SOURCE DATA ->
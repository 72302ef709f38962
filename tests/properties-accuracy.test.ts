/**
 * Hardening of the accuracy-budget functions (issue 11): random calls, each of
 * which returns finite numbers or throws a HushInputError with a message; none
 * throws anything else or returns NaN/Infinity. No design search is involved,
 * so no work bound applies (tests/support/work-bound.ts).
 */
import { describe, expect, it } from 'vitest';
import fc from 'fast-check';
import {
  HushInputError,
  bandPulseWidth,
  dispersionError,
  dispersionPpwForError,
  gridVelocity,
  intensityErrorFromAmplitude,
  lineShiftError,
  lineShiftForError,
  maxResonantCoupling,
  passesDuration,
  propagationLimitPpw,
  pulseEnergyLeft,
  pulseRunDuration,
  pulseRunError,
  requiredAmplitude,
  resonanceRunDuration,
  resonanceRunError,
  transitTime,
} from '../src/physics';

/** Fixed seed: the same calls on every run. */
const SEED = Number(process.env.HUSH_PROPERTY_SEED ?? 11_2025);
const RUNS = 2000;

const anyValue = fc.oneof(
  fc.double(),
  fc.integer({ min: -1000, max: 1000 }),
  fc.constantFrom(0, -1, 1, 2, 3, 1e308, -1e308, 5e-324, 1e-300, NaN, Infinity, -Infinity, 0.5, 45, 90, 180, 1e6, 1e12),
  fc.string({ maxLength: 6 }),
  fc.constant(null),
  fc.constant(undefined),
);
const plausible = (lo: number, hi: number) => fc.oneof(fc.double({ min: lo, max: hi, noNaN: true }), anyValue);

function allFinite(x: unknown): boolean {
  if (typeof x === 'number') return Number.isFinite(x);
  if (typeof x === 'boolean' || x === null || typeof x === 'string') return true;
  if (Array.isArray(x)) return x.every(allFinite);
  if (x && typeof x === 'object') return Object.values(x).every(allFinite);
  return false;
}

function check(call: () => unknown) {
  try {
    expect(allFinite(call())).toBe(true);
  } catch (e) {
    if (!(e instanceof HushInputError)) throw e;
    expect(e.message.length).toBeGreaterThan(10);
  }
}

const n = (v: unknown) => v as number;

describe('property: accuracy-budget functions never crash, never return NaN', () => {
  it(`grid velocity and propagation limit (${RUNS} calls)`, () => {
    fc.assert(
      fc.property(plausible(1, 100), plausible(0, 1), fc.constantFrom(1, 2, 3, 0, 2.5, undefined), plausible(-360, 360), plausible(-360, 360), plausible(1, 5), (p, s, d, a, z, i) => {
        check(() => gridVelocity({ ppw: n(p), courant: n(s), dimensions: n(d), angleDeg: n(a), azimuthDeg: n(z), index: n(i) }));
        check(() => propagationLimitPpw({ courant: n(s), dimensions: n(d), angleDeg: n(a), azimuthDeg: n(z), index: n(i) }));
      }),
      { numRuns: RUNS, seed: SEED },
    );
  });
  it(`dispersion error and its inverse (${RUNS} calls)`, () => {
    fc.assert(
      fc.property(plausible(2, 1000), plausible(0, 1e4), plausible(0, 1e12), plausible(1, 5), fc.constantFrom(1, 2, 3), plausible(1e-9, 10), plausible(2, 100), (p, path, q, i, d, e, rp) => {
        check(() => dispersionError({ ppw: n(p), pathWavelengths: n(path), q: n(q), index: n(i), dimensions: n(d), resonancePpw: n(rp) }));
        check(() => dispersionError({ ppw: n(p), q: n(q), dimensions: n(d), phase: 'random' }));
        check(() => dispersionPpwForError({ pathWavelengths: n(path), q: n(q), dimensions: n(d) }, n(e)));
        check(() => lineShiftError(n(q)));
        check(() => lineShiftForError(n(e)));
      }),
      { numRuns: RUNS, seed: SEED },
    );
  });
  it(`run-length errors and durations (${RUNS} calls)`, () => {
    fc.assert(
      fc.property(plausible(0, 1e12), plausible(1e6, 1e16), plausible(0, 1e-6), plausible(1e-16, 1), plausible(0, 1e-9), plausible(1e-15, 1e-9), (q, f, t, e, tau, tr) => {
        check(() => resonanceRunError({ q: n(q), frequencyHz: n(f), excitationSeconds: n(tau) }, n(t)));
        check(() => resonanceRunDuration({ q: n(q), frequencyHz: n(f), phase: 'random' }, n(e)));
        check(() => pulseEnergyLeft({ pulseWidthSeconds: n(tau), transitSeconds: n(tr) }, n(t)));
        check(() => pulseRunError({ pulseWidthSeconds: n(tau), transitSeconds: n(tr) }, n(t)));
        check(() => pulseRunDuration({ pulseWidthSeconds: n(tau), transitSeconds: n(tr), phase: 'random' }, n(e)));
        check(() => bandPulseWidth(n(f), n(q), n(e)));
        check(() => passesDuration(n(q), n(tr), n(tau)));
      }),
      { numRuns: RUNS, seed: SEED },
    );
  });
  it(`transit time (${RUNS} calls)`, () => {
    fc.assert(
      fc.property(plausible(1e-9, 1e-3), plausible(1, 1e6), plausible(0, 200), plausible(2, 100), plausible(1, 4), fc.constantFrom(1, 2, 3, 4), (c, cells, l, p, i, d) => {
        check(() => transitTime({ cellMetres: n(c), cells: Math.round(n(cells)), layers: Math.round(n(l)), ppw: n(p), index: n(i), dimensions: n(d) }));
        check(() => transitTime({ cellMetres: n(c), cells: n(cells), layers: n(l), ppw: n(p) }));
      }),
      { numRuns: RUNS, seed: SEED },
    );
  });
  it(`budget with monitor kind and coupling above 1 (${RUNS} calls)`, () => {
    fc.assert(
      fc.property(plausible(1e-12, 1), plausible(1e-6, 2e6), fc.constantFrom('intensity', 'flux', 'other', undefined), fc.constantFrom('worst', 'random'), plausible(0, 1), plausible(0, 1e12), (e, c, m, ph, r, q) => {
        check(() => requiredAmplitude({ intensityError: n(e), coupling: n(c), monitor: m as 'flux', phase: ph as 'worst' }));
        check(() => intensityErrorFromAmplitude(n(r), { coupling: n(c), monitor: m as 'flux', phase: ph as 'worst', faces: 6 }));
        check(() => maxResonantCoupling(n(q)));
      }),
      { numRuns: RUNS, seed: SEED },
    );
  });
});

EXERCISE -> An exact restatement of the data above is required.

ANSWER TO THIS TASK ->
repository 72302ef709f38962
filename tests/properties-accuracy.test.ts
/**
 * Hardening of the accuracy-budget functions (issue 11): random calls, each of
 * which returns finite numbers or throws a HushInputError with a message; none
 * throws anything else or returns NaN/Infinity. No design search is involved,
 * so no work bound applies (tests/support/work-bound.ts).
 */
import { describe, expect, it } from 'vitest';
import fc from 'fast-check';
import {
  HushInputError,
  bandPulseWidth,
  dispersionError,
  dispersionPpwForError,
  gridVelocity,
  intensityErrorFromAmplitude,
  lineShiftError,
  lineShiftForError,
  maxResonantCoupling,
  passesDuration,
  propagationLimitPpw,
  pulseEnergyLeft,
  pulseRunDuration,
  pulseRunError,
  requiredAmplitude,
  resonanceRunDuration,
  resonanceRunError,
  transitTime,
} from '../src/physics';

/** Fixed seed: the same calls on every run. */
const SEED = Number(process.env.HUSH_PROPERTY_SEED ?? 11_2025);
const RUNS = 2000;

const anyValue = fc.oneof(
  fc.double(),
  fc.integer({ min: -1000, max: 1000 }),
  fc.constantFrom(0, -1, 1, 2, 3, 1e308, -1e308, 5e-324, 1e-300, NaN, Infinity, -Infinity, 0.5, 45, 90, 180, 1e6, 1e12),
  fc.string({ maxLength: 6 }),
  fc.constant(null),
  fc.constant(undefined),
);
const plausible = (lo: number, hi: number) => fc.oneof(fc.double({ min: lo, max: hi, noNaN: true }), anyValue);

function allFinite(x: unknown): boolean {
  if (typeof x === 'number') return Number.isFinite(x);
  if (typeof x === 'boolean' || x === null || typeof x === 'string') return true;
  if (Array.isArray(x)) return x.every(allFinite);
  if (x && typeof x === 'object') return Object.values(x).every(allFinite);
  return false;
}

function check(call: () => unknown) {
  try {
    expect(allFinite(call())).toBe(true);
  } catch (e) {
    if (!(e instanceof HushInputError)) throw e;
    expect(e.message.length).toBeGreaterThan(10);
  }
}

const n = (v: unknown) => v as number;

describe('property: accuracy-budget functions never crash, never return NaN', () => {
  it(`grid velocity and propagation limit (${RUNS} calls)`, () => {
    fc.assert(
      fc.property(plausible(1, 100), plausible(0, 1), fc.constantFrom(1, 2, 3, 0, 2.5, undefined), plausible(-360, 360), plausible(-360, 360), plausible(1, 5), (p, s, d, a, z, i) => {
        check(() => gridVelocity({ ppw: n(p), courant: n(s), dimensions: n(d), angleDeg: n(a), azimuthDeg: n(z), index: n(i) }));
        check(() => propagationLimitPpw({ courant: n(s), dimensions: n(d), angleDeg: n(a), azimuthDeg: n(z), index: n(i) }));
      }),
      { numRuns: RUNS, seed: SEED },
    );
  });
  it(`dispersion error and its inverse (${RUNS} calls)`, () => {
    fc.assert(
      fc.property(plausible(2, 1000), plausible(0, 1e4), plausible(0, 1e12), plausible(1, 5), fc.constantFrom(1, 2, 3), plausible(1e-9, 10), plausible(2, 100), (p, path, q, i, d, e, rp) => {
        check(() => dispersionError({ ppw: n(p), pathWavelengths: n(path), q: n(q), index: n(i), dimensions: n(d), resonancePpw: n(rp) }));
        check(() => dispersionError({ ppw: n(p), q: n(q), dimensions: n(d), phase: 'random' }));
        check(() => dispersionPpwForError({ pathWavelengths: n(path), q: n(q), dimensions: n(d) }, n(e)));
        check(() => lineShiftError(n(q)));
        check(() => lineShiftForError(n(e)));
      }),
      { numRuns: RUNS, seed: SEED },
    );
  });
  it(`run-length errors and durations (${RUNS} calls)`, () => {
    fc.assert(
      fc.property(plausible(0, 1e12), plausible(1e6, 1e16), plausible(0, 1e-6), plausible(1e-16, 1), plausible(0, 1e-9), plausible(1e-15, 1e-9), (q, f, t, e, tau, tr) => {
        check(() => resonanceRunError({ q: n(q), frequencyHz: n(f), excitationSeconds: n(tau) }, n(t)));
        check(() => resonanceRunDuration({ q: n(q), frequencyHz: n(f), phase: 'random' }, n(e)));
        check(() => pulseEnergyLeft({ pulseWidthSeconds: n(tau), transitSeconds: n(tr) }, n(t)));
        check(() => pulseRunError({ pulseWidthSeconds: n(tau), transitSeconds: n(tr) }, n(t)));
        check(() => pulseRunDuration({ pulseWidthSeconds: n(tau), transitSeconds: n(tr), phase: 'random' }, n(e)));
        check(() => bandPulseWidth(n(f), n(q), n(e)));
        check(() => passesDuration(n(q), n(tr), n(tau)));
      }),
      { numRuns: RUNS, seed: SEED },
    );
  });
  it(`transit time (${RUNS} calls)`, () => {
    fc.assert(
      fc.property(plausible(1e-9, 1e-3), plausible(1, 1e6), plausible(0, 200), plausible(2, 100), plausible(1, 4), fc.constantFrom(1, 2, 3, 4), (c, cells, l, p, i, d) => {
        check(() => transitTime({ cellMetres: n(c), cells: Math.round(n(cells)), layers: Math.round(n(l)), ppw: n(p), index: n(i), dimensions: n(d) }));
        check(() => transitTime({ cellMetres: n(c), cells: n(cells), layers: n(l), ppw: n(p) }));
      }),
      { numRuns: RUNS, seed: SEED },
    );
  });
  it(`budget with monitor kind and coupling above 1 (${RUNS} calls)`, () => {
    fc.assert(
      fc.property(plausible(1e-12, 1), plausible(1e-6, 2e6), fc.constantFrom('intensity', 'flux', 'other', undefined), fc.constantFrom('worst', 'random'), plausible(0, 1), plausible(0, 1e12), (e, c, m, ph, r, q) => {
        check(() => requiredAmplitude({ intensityError: n(e), coupling: n(c), monitor: m as 'flux', phase: ph as 'worst' }));
        check(() => intensityErrorFromAmplitude(n(r), { coupling: n(c), monitor: m as 'flux', phase: ph as 'worst', faces: 6 }));
        check(() => maxResonantCoupling(n(q)));
      }),
      { numRuns: RUNS, seed: SEED },
    );
  });
});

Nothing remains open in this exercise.